▶ **To do**: Your task is to copy the stretch of lines in the records below that begins with the line containing "stats-lot.yaml --db v3.db --format csv > /dev/null 2>&1" and ends with the line containing "d.die_x, d.die_y, d.source, d.fit_class, quote(d.fit_model)", exactly as written, with nothing added.

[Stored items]
::::::::::

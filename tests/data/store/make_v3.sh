#!/bin/sh
# SPDX-License-Identifier: MIT
# Makes v3.db, a database written by splitlot at schema version 3 (before
# measurement runs), for the migration test in tests/test_store.c, and the
# dumps that test compares against: every device row with every number
# (v3-devices.csv) and every sweep blob in hex (v3-sweeps.csv).
# Usage, from the repository root with a build of that release:
#   tests/data/store/make_v3.sh BUILD/splitlot
# Needs the sqlite3 shell. The lots: STATS-01 (device results, the analysis
# fixture) and MIGRATE-SWEEPS (simulated sweeps, fitted on import).
set -eu
bin=$(cd "$(dirname "$1")" && pwd)/$(basename "$1")
here=$(cd "$(dirname "$0")" && pwd)
data=$(cd "$here/.." && pwd)
work=$(mktemp -d)
trap 'rm -rf "$work"' EXIT
db="$work/v3.db"
# file names relative to the work folder, so the database names no path of
# the machine that made it
cp "$data/analyze/stats-lot.yaml" "$data/analyze/stats-results.csv" "$here/sweeps-lot.yaml" "$work/"
cd "$work"
"$bin" predict stats-lot.yaml --db v3.db --format csv > /dev/null 2>&1
"$bin" ingest --lot STATS-01 --results stats-results.csv --db v3.db --format csv > /dev/null
"$bin" predict sweeps-lot.yaml --db v3.db --format csv > /dev/null 2>&1
"$bin" simulate sweeps-lot.yaml --out sim --seed 3 > /dev/null
"$bin" ingest --lot MIGRATE-SWEEPS --sweeps sim/sweeps.csv --db v3.db --format csv > /dev/null
# one file, small pages
sqlite3 "$db" "PRAGMA wal_checkpoint(TRUNCATE); PRAGMA journal_mode = DELETE; PRAGMA page_size = 4096; VACUUM;" > /dev/null
test "$(sqlite3 "$db" 'PRAGMA user_version')" = 3
# every device: lot, wafer name, identity and each stored number to 17 digits
sqlite3 -csv -header "$db" "SELECT l.name AS lot, w.name AS wafer, d.name AS device, d.id,
  d.die_x, d.die_y, d.source, d.fit_class, quote(d.fit_model) AS fit_model,
  CASE WHEN d.cnp_V IS NULL THEN 'NULL' ELSE printf('%!.17g', d.cnp_V) END AS cnp_V, CASE WHEN d.cnp_sigma_V IS NULL THEN 'NULL' ELSE printf('%!.17g', d.cnp_sigma_V) END AS cnp_sigma_V,
  CASE WHEN d.mobility_cm2_per_Vs IS NULL THEN 'NULL' ELSE printf('%!.17g', d.mobility_cm2_per_Vs) END AS mobility_cm2_per_Vs,
  CASE WHEN d.mobility_sigma_cm2_per_Vs IS NULL THEN 'NULL' ELSE printf('%!.17g', d.mobility_sigma_cm2_per_Vs) END AS mobility_sigma_cm2_per_Vs,
  CASE WHEN d.n0_per_cm2 IS NULL THEN 'NULL' ELSE printf('%!.17g', d.n0_per_cm2) END AS n0_per_cm2, CASE WHEN d.n0_sigma_per_cm2 IS NULL THEN 'NULL' ELSE printf('%!.17g', d.n0_sigma_per_cm2) END AS n0_sigma_per_cm2,
  CASE WHEN d.r_contact_ohm IS NULL THEN 'NULL' ELSE printf('%!.17g', d.r_contact_ohm) END AS r_contact_ohm,
  CASE WHEN d.r_contact_sigma_ohm IS NULL THEN 'NULL' ELSE printf('%!.17g', d.r_contact_sigma_ohm) END AS r_contact_sigma_ohm,
  CASE WHEN d.rel_rms IS NULL THEN 'NULL' ELSE printf('%!.17g', d.rel_rms) END AS rel_rms, CASE WHEN d.r_squared IS NULL THEN 'NULL' ELSE printf('%!.17g', d.r_squared) END AS r_squared,
  quote(d.n_points) AS n_points, quote(d.n_spikes) AS n_spikes, quote(d.source_line) AS source_line
  FROM device d JOIN wafer w ON w.id = d.wafer_id JOIN lot l ON l.id = d.lot_id ORDER BY d.id" \
  > "$here/v3-devices.csv"
sqlite3 -csv -header "$db" "SELECT device_id, n_points, hex(points) AS points FROM sweep ORDER BY device_id" \
  > "$here/v3-sweeps.csv"
cp "$db" "$here/v3.db"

::::::::::

▶ **Answer box**:
"$bin" predict stats-lot.yaml --db v3.db --format csv > /dev/null 2>&1
"$bin" ingest --lot STATS-01 --results stats-results.csv --db v3.db --format csv > /dev/null
"$bin" predict sweeps-lot.yaml --db v3.db --format csv > /dev/null 2>&1
"$bin" simulate sweeps-lot.yaml --out sim --seed 3 > /dev/null
"$bin" ingest --lot MIGRATE-SWEEPS --sweeps sim/sweeps.csv --db v3.db --format csv > /dev/null
# one file, small pages
sqlite3 "$db" "PRAGMA wal_checkpoint(TRUNCATE); PRAGMA journal_mode = DELETE; PRAGMA page_size = 4096; VACUUM;" > /dev/null
test "$(sqlite3 "$db" 'PRAGMA user_version')" = 3
# every device: lot, wafer name, identity and each stored number to 17 digits
sqlite3 -csv -header "$db" "SELECT l.name AS lot, w.name AS wafer, d.name AS device, d.id,
  d.die_x, d.die_y, d.source, d.fit_class, quote(d.fit_model) AS fit_model,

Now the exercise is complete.